### What to produce
In the listing below, the line containing "export const acceleration" marks the end; copy exactly every line from the first through that one.

### Supplied data
****

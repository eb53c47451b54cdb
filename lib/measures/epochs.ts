/** Moments when one thing overtakes another: sign changes of a function of ln a along the expansion that holds today. */

import type { Arm } from '../history/arm'
import type { History } from '../history/history'
import type { Component, Model } from '../model'
import { brent } from '../numerics/roots'

/** A sign change at N = ln a; `rising` when the function goes from negative to positive as a grows. */
export interface Crossing {
  readonly N: number
  readonly rising: boolean
}

/** Steps per panel of the integrals, whose widths follow the bends of E². */
const STEPS = 8
/** How far beyond the last panel, in ln a, to look. */
const BEYOND = 60

/** All sign changes on the expanding branch, in order of a. A pair nearer together than an eighth of a panel can be missed. */
export function crossings(history: History, f: (model: Model, N: number) => number): readonly Crossing[] {
  const past = changesAlong(history.past, f).reverse()
  return [...past, ...changesAlong(history.future, f)]
}

function changesAlong(arm: Arm, f: (model: Model, N: number) => number): Crossing[] {
  const value = (N: number) => f(arm.model, N)
  const found: Crossing[] = []
  let before = 0
  let was = value(0)
  for (const m of stations(arm)) {
    const N = arm.direction * m
    const is = value(N)
    if (was !== 0 && is !== 0 && Number.isFinite(is) && was > 0 !== is > 0) {
      const at = brent(value, before, N)
      found.push({ N: at, rising: arm.direction > 0 ? is > 0 : was > 0 })
    }
    if (is !== 0) [before, was] = [N, is]
  }
  return found
}

/** Distances from today at which to look, outwards. */
function stations(arm: Arm): readonly number[] {
  const list: number[] = []
  for (const { zone, from, to } of arm.panels) {
    for (let k = 1; k <= STEPS; k++) list.push(zone.distanceAt(from + ((to - from) * k) / STEPS))
  }
  if (arm.tail) for (let k = 1; k <= BEYOND; k++) list.push(arm.edges[arm.edges.length - 1] + k)
  return list
}

/** ä/a in H₀², from the components with their own exponents: Σ Ω_i g_i (1 − n_i/2). */
export const acceleration = (model: Model, N: number): number => {
  const { value, first } = model.derivatives(N)
  return value + 0.5 * first
}

const logOf = (model: Model, keys: readonly Component['key'][], N: number): number =>
  Math.log(
    model.components.filter((one) => keys.includes(one.key)).reduce((sum, one) => sum + Math.exp(one.logSize(N)), 0),
  )

/** ln of cold matter over photons and all neutrinos. */
export const matterOverRadiation = (model: Model, N: number): number =>
  logOf(model, ['matter'], N) - logOf(model, ['radiation', 'neutrino'], N)

/** ln of dark energy over cold matter. */
export const darkOverMatter = (model: Model, N: number): number =>
  model.components.reduce(
    (sum, one) => sum + (one.key === 'dark' ? one.logSize(N) : one.key === 'matter' ? -one.logSize(N) : 0),
    0,
  )

/** Of several crossings the last up to now, else the first ahead; null when there is none. */
export const nearestToNow = (list: readonly Crossing[]): Crossing | null =>
  [...list].reverse().find((one) => one.N <= 0) ?? list.find((one) => one.N > 0) ?? null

****

### Exercise answer
repository eb53c47451b54cdb
filename lib/measures/epochs.ts
/** Moments when one thing overtakes another: sign changes of a function of ln a along the expansion that holds today. */

import type { Arm } from '../history/arm'
import type { History } from '../history/history'
import type { Component, Model } from '../model'
import { brent } from '../numerics/roots'

/** A sign change at N = ln a; `rising` when the function goes from negative to positive as a grows. */
export interface Crossing {
  readonly N: number
  readonly rising: boolean
}

/** Steps per panel of the integrals, whose widths follow the bends of E². */
const STEPS = 8
/** How far beyond the last panel, in ln a, to look. */
const BEYOND = 60

/** All sign changes on the expanding branch, in order of a. A pair nearer together than an eighth of a panel can be missed. */
export function crossings(history: History, f: (model: Model, N: number) => number): readonly Crossing[] {
  const past = changesAlong(history.past, f).reverse()
  return [...past, ...changesAlong(history.future, f)]
}

function changesAlong(arm: Arm, f: (model: Model, N: number) => number): Crossing[] {
  const value = (N: number) => f(arm.model, N)
  const found: Crossing[] = []
  let before = 0
  let was = value(0)
  for (const m of stations(arm)) {
    const N = arm.direction * m
    const is = value(N)
    if (was !== 0 && is !== 0 && Number.isFinite(is) && was > 0 !== is > 0) {
      const at = brent(value, before, N)
      found.push({ N: at, rising: arm.direction > 0 ? is > 0 : was > 0 })
    }
    if (is !== 0) [before, was] = [N, is]
  }
  return found
}

/** Distances from today at which to look, outwards. */
function stations(arm: Arm): readonly number[] {
  const list: number[] = []
  for (const { zone, from, to } of arm.panels) {
    for (let k = 1; k <= STEPS; k++) list.push(zone.distanceAt(from + ((to - from) * k) / STEPS))
  }
  if (arm.tail) for (let k = 1; k <= BEYOND; k++) list.push(arm.edges[arm.edges.length - 1] + k)
  return list
}

/** ä/a in H₀², from the components with their own exponents: Σ Ω_i g_i (1 − n_i/2). */
export const acceleration = (model: Model, N: number): number => {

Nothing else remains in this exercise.